TASK GOAL: In the listing below, find each line holding "nineToThree" and copy it.

········

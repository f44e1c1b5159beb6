import { describe, expect, it } from 'vitest';
import type { Place } from '../../../shared/rules/place.ts';
import { expandDays } from '../../../shared/rules/rule-days.ts';
import type { RuleWindow } from '../../../shared/rules/rule-schema.ts';
import { instantsOfSpan, windowSpans } from '../../../shared/rules/rule-window.ts';
import { formatInstant } from '../../../shared/solar/civil-time.ts';

const larkhaven: Place = {
  longitude: -91.3,
  latitude: 46.75,
  timezone: 'America/Chicago',
  elevation: 186,
};

function spansOf(window: RuleWindow, date: string, minimumAltitude = 0, place = larkhaven) {
  return windowSpans({ window, minimumAltitude }, date, place).map(({ startMs, endMs }) => [
    formatInstant(startMs, place.timezone),
    formatInstant(endMs, place.timezone),
  ]);
}

describe('the window of a clause', () => {
  it('means different instants by the civil and the standard clock in summer', () => {
    expect(spansOf({ basis: 'civil', from: '10:00', to: '14:00' }, '2026-06-21')).toEqual([
      ['2026-06-21T10:00:00-05:00', '2026-06-21T14:00:00-05:00'],
    ]);
    expect(spansOf({ basis: 'standard', from: '10:00', to: '14:00' }, '2026-06-21')).toEqual([
      ['2026-06-21T11:00:00-05:00', '2026-06-21T15:00:00-05:00'],
    ]);
  });

  it('is cut to the time with the sun up, and with it above the minimum altitude', () => {
    const whole = { basis: 'civil', from: '05:00', to: '21:00' } as const;
    const [[start = '', end = ''] = []] = spansOf(whole, '2026-12-21');
    expect(start.slice(11, 16)).toBe('07:48');
    expect(end.slice(11, 16)).toBe('16:17');
    const [[high = ''] = []] = spansOf(whole, '2026-12-21', 10);
    expect(high > start).toBe(true);
  });

  it('counts from sunrise and to sunset', () => {
    const [[start = '', end = ''] = []] = spansOf(
      { basis: 'sun', afterSunrise: 60, beforeSunset: 60 },
      '2026-12-21',
    );
    // By astronomy-engine the centre crosses the apparent horizon at 07:48:59 and at 16:17:47.
    expect([start.slice(11, 19), end.slice(11, 19)]).toEqual(['08:48:59', '15:17:50']);
  });

  it('is empty in polar night', () => {
    const tromso: Place = {
      longitude: 18.95,
      latitude: 69.65,
      timezone: 'Europe/Oslo',
      elevation: 0,
    };
    const window = { basis: 'civil', from: '10:00', to: '14:00' } as const;
    expect(spansOf(window, '2026-12-21', 0, tromso)).toEqual([]);
  });

  it('begins after the hour that is missing when clocks go forward', () => {
    // Clocks in Norway jump from 02:00 to 03:00 on 29 March 2026; at Svalbard's latitude in April
    // the sun is up at night, so the same jump is tried where it matters on 30 March 2025.
    const svalbard: Place = {
      longitude: 15.6,
      latitude: 78.2,
      timezone: 'Arctic/Longyearbyen',
      elevation: 0,
    };
    const window = { basis: 'civil', from: '02:30', to: '09:00' } as const;
    const [[start = ''] = []] = spansOf(window, '2025-03-30', 0, svalbard);
    expect(start >= '2025-03-30T03:00:00+02:00').toBe(true);
  });

  it('lists its instants every step from its start and always its end', () => {
    const minutes = instantsOfSpan({ startMs: 0, endMs: 25 * 60_000 }, 10).map((at) => at / 60_000);
    expect(minutes).toEqual([0, 10, 20, 25]);
    expect(instantsOfSpan({ startMs: 5, endMs: 5 }, 10)).toEqual([5]);
  });
});

describe('windows where clocks change', () => {
  // From memory: in 2026 clocks go forward on 8 March and back on 1 November in the United States;
  // in Australia back on 5 April and forward on 4 October.
  const hoursOf = (window: RuleWindow, date: string, place = larkhaven) =>
    windowSpans({ window, minimumAltitude: 0 }, date, place).reduce(
      (sum, { startMs, endMs }) => sum + (endMs - startMs) / 3_600_000,
      0,
    );
  const melbourne: Place = {
    longitude: 144.9631,
    latitude: -37.8136,
    timezone: 'Australia/Melbourne',
    elevation: 31,
  };

  it('keep their length and their clock on the day itself', () => {
    const nineToThree = { basis: 'civil', from: '09:00', to: '15:00' } as const;
    for (const date of ['2026-03-07', '2026-03-08', '2026-11-01']) {
      expect(hoursOf(nineToThree, date)).toBe(6);
    }
    expect(spansOf(nineToThree, '2026-03-07')[0]?.[0]).toBe('2026-03-07T09:00:00-06:00');
    expect(spansOf(nineToThree, '2026-03-08')[0]?.[0]).toBe('2026-03-08T09:00:00-05:00');
    expect(spansOf(nineToThree, '2026-10-04', 0, melbourne)[0]?.[0]).toBe(
      '2026-10-04T09:00:00+11:00',
    );
  });

  it('of standard time show an hour more on the summer clock, north and south', () => {
    const tenToTwo = { basis: 'standard', from: '10:00', to: '14:00' } as const;
    expect(spansOf(tenToTwo, '2026-03-07')[0]?.[0]).toBe('2026-03-07T10:00:00-06:00');
    expect(spansOf(tenToTwo, '2026-03-08')[0]?.[0]).toBe('2026-03-08T11:00:00-05:00');
    // Victoria's 22 September lies in standard time, 5 October does not.
    expect(spansOf(tenToTwo, '2026-09-22', 0, melbourne)[0]?.[0]).toBe('2026-09-22T10:00:00+10:00');
    expect(spansOf(tenToTwo, '2026-10-05', 0, melbourne)[0]?.[0]).toBe('2026-10-05T11:00:00+11:00');
  });

  it('of the sun and of solar time do not see the change', () => {
    // Boulder, from the sun's position by the NREL algorithm: 9:00 by the clock on 21 March 2026 is
    // 7:52 in true solar time, daylight saving being in force.
    const boulder: Place = {
      longitude: -105.2705,
      latitude: 40.015,
      timezone: 'America/Denver',
      elevation: 1655,
    };
    const solar = { basis: 'solar', from: '07:52', to: '16:00' } as const;
    const [[start = ''] = []] = spansOf(solar, '2026-03-21', 0, boulder);
    expect(start.slice(0, 16)).toMatch(/^2026-03-21T(08:59|09:00)$/);
    const wholeDay = { basis: 'sun', afterSunrise: 0, beforeSunset: 0 } as const;
    const gained = hoursOf(wholeDay, '2026-03-08') - hoursOf(wholeDay, '2026-03-07');
    // A March day at 46.75° N is some three minutes longer than the one before, clocks or not.
    expect(gained * 60).toBeGreaterThan(2.5);
    expect(gained * 60).toBeLessThan(4);
  });

  it('span the hour that is shown twice where the sun is up at night', () => {
    // Late October has no midnight sun; a place far from its zone's meridian has sun at two o'clock.
    const far: Place = { longitude: -130, latitude: 0, timezone: 'Europe/Oslo', elevation: 0 };
    const night = { basis: 'civil', from: '01:00', to: '02:30' } as const;
    // 25 October 2026: 02:30 is shown twice; from the first 01:00 to the last 02:30 are 2.5 hours.
    expect(hoursOf(night, '2026-10-25', far)).toBe(2.5);
    expect(hoursOf(night, '2026-10-24', far)).toBe(1.5);
    // 29 March 2026: 02:00 to 03:00 is missing; the window ends where the gap does.
    expect(hoursOf(night, '2026-03-29', far)).toBe(1);
  });
});

describe('the days of a clause', () => {
  it('turn winter into June south of the equator', () => {
    const south = {
      ...larkhaven,
      latitude: -37.8,
      longitude: 144.96,
      timezone: 'Australia/Melbourne',
    };
    expect(expandDays([{ event: 'winter-solstice' }], 2026, south)[0]?.dates).toEqual([
      '2026-06-21',
    ]);
    expect(expandDays([{ event: 'winter-solstice' }], 2026, larkhaven)[0]?.dates).toEqual([
      '2026-12-21',
    ]);
  });

  it('wrap a season into the next year', () => {
    const [season] = expandDays([{ from: '12-30', to: '01-02', everyDays: 1 }], 2026, larkhaven);
    expect(season).toEqual({
      isSeason: true,
      dates: ['2026-12-30', '2026-12-31', '2027-01-01', '2027-01-02'],
    });
  });

  it('wrap a southern summer, leap day and all', () => {
    const [season] = expandDays([{ from: '12-01', to: '02-29', everyDays: 1 }], 2027, larkhaven);
    expect(season?.dates[0]).toBe('2027-12-01');
    // 31 days of December, 31 of January and 29 of February 2028.
    expect(season?.dates).toHaveLength(91);
    expect(season?.dates.at(-1)).toBe('2028-02-29');
    const [common] = expandDays([{ from: '12-01', to: '02-29', everyDays: 1 }], 2026, larkhaven);
    expect(common?.dates.at(-1)).toBe('2027-02-28');
  });

  it('go on counting from a season’s first day across the year’s end', () => {
    const [season] = expandDays([{ from: '12-20', to: '01-10', everyDays: 7 }], 2026, larkhaven);
    expect(season?.dates).toEqual(['2026-12-20', '2026-12-27', '2027-01-03', '2027-01-10']);
  });

  it('name the solstices by the sun’s height, north and south of the equator', () => {
    const south = { ...larkhaven, latitude: -46.75 };
    const events = [{ event: 'winter-solstice' }, { event: 'summer-solstice' }] as const;
    const datesAt = (place: Place) =>
      expandDays([...events], 2026, place).flatMap(({ dates }) => dates);
    expect(datesAt(larkhaven)).toEqual(['2026-12-21', '2026-06-21']);
    expect(datesAt(south)).toEqual(['2026-06-21', '2026-12-21']);
  });

  it('take the last of February for the 29th in a common year', () => {
    expect(expandDays([{ date: '02-29' }], 2026, larkhaven)[0]?.dates).toEqual(['2026-02-28']);
    expect(expandDays([{ date: '02-29' }], 2028, larkhaven)[0]?.dates).toEqual(['2028-02-29']);
    expect(expandDays([{ year: true }], 2028, larkhaven)[0]?.dates).toHaveLength(366);
  });
});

········

SOLUTION FOR THIS PROBLEM:
    const nineToThree = { basis: 'civil', from: '09:00', to: '15:00' } as const;
      expect(hoursOf(nineToThree, date)).toBe(6);
    expect(spansOf(nineToThree, '2026-03-07')[0]?.[0]).toBe('2026-03-07T09:00:00-06:00');
    expect(spansOf(nineToThree, '2026-03-08')[0]?.[0]).toBe('2026-03-08T09:00:00-05:00');
    expect(spansOf(nineToThree, '2026-10-04', 0, melbourne)[0]?.[0]).toBe(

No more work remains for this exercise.